February 07, 2021 - An investor in shares of Clover Health Investments, Corp. (NASDAQ: CLOV) filed a lawsuit in the U.S. District Court for the Middle District of Tennessee over alleged violations of Federal Securities Laws by Clover Health Investments, Corp. (formerly Social Capital Hedosophia Holdings Corp. III) in connection with certain allegedly false and misleading statements.
On January 7, 2021, Clover Health Investments, Corp merged with SPAC Social Capital Hedosophia Holdings Corp. III and began to trade under the symbol CLOV on NASDAQ. On February 4, 2021, a report was published entitled Clover Health: How the ‘King of SPACs’ Lured Retail Investors Into a Broken Business Facing an Active, Undisclosed DOJ Investigation[.] The report alleged, among other things, that Clover has not disclosed that its business model and its software offering, called the Clover Assistant, are under active investigation by the Department of Justice (DOJ), which is investigating at least 12 issues ranging from kickbacks to marketing practices to undisclosed third-party deals.
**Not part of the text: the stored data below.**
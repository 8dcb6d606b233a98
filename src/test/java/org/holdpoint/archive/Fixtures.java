package org.holdpoint.archive;

import java.sql.Connection;
import java.sql.DriverManager;
import java.sql.ResultSet;
import java.sql.SQLException;
import java.sql.Statement;
import java.time.Instant;
import java.util.List;
import java.util.UUID;
import org.holdpoint.study.NewStudyVersion;

/** Invented study versions and uniquely named throwaway databases for the archive tests. */
final class Fixtures {

    private Fixtures() {
    }

    /**
     * A fresh in-memory H2 database that vanishes when its last connection closes.
     *
     * @param label readable part of the name
     * @return the JDBC URL
     */
    static String memUrl(String label) {
        return "jdbc:h2:mem:" + label + "-" + UUID.randomUUID();
    }

    /**
     * An invented study version.
     *
     * @param changeId the change id
     * @param part     the part number
     * @param kind     the kind of change
     * @param verdict  the verdict in words
     * @param created  when it was made
     * @param names    characteristic names
     * @return the version
     */
    static NewStudyVersion study(String changeId, String part, String kind, String verdict, Instant created,
            String... names) {
        String json = "{\"schemaVersion\":1,\"changeId\":\"" + changeId + "\",\"part\":\"" + part
                + "\",\"note\":\"Bohrung Ø12 H7 – µm\"}";
        return NewStudyVersion.of(changeId, "Insert change on line 3 for " + part, kind, part, "C", List.of(names),
                verdict, "Petra Engineer", created, json);
    }

    /**
     * Runs one SQL statement directly, outside the archive (the tampering an administrator could do).
     *
     * @param url the database URL
     * @param sql the statement
     * @return rows changed
     * @throws SQLException when it fails
     */
    static int direct(String url, String sql) throws SQLException {
        try (Connection c = DriverManager.getConnection(url); Statement s = c.createStatement()) {
            return s.executeUpdate(sql);
        }
    }

    /**
     * Reads one number directly.
     *
     * @param url the database URL
     * @param sql a query returning one number
     * @return the number
     * @throws SQLException when it fails
     */
    static long directLong(String url, String sql) throws SQLException {
        try (Connection c = DriverManager.getConnection(url); Statement s = c.createStatement();
                ResultSet rs = s.executeQuery(sql)) {
            rs.next();
            return rs.getLong(1);
        }
    }
}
According to the complaint the plaintiff alleges that the defendants between October 6, 2020 and February 4, 2021 and in the registration statement issued in connection with the December 2020 Merger of Clover and Social Capital III made false and/or misleading statements and/or failed to disclose that Clover’s Clover Assistant platform was under active investigation by the Department of Justice (“DOJ”) for at least 12 issues ranging from kickbacks to marketing practices to undisclosed third-party deals, that the DOJ’s investigation presented an existential risk to the Company, since it derives most of its revenues from Medicare, that Clover’s sales were driven by a major undisclosed related party deal and misleading marketing targeting the elderly, not its purported “best-in-class” technology, that a significant portion of Clover’s sales were by way of an undisclosed relationship between Clover and an outside brokerage firm controlled by Clover’s Head of Sales, and that as a result, defendants’ statements about its business, operations, and prospects, were materially false and misleading and/or lacked a reasonable basis at all relevant times.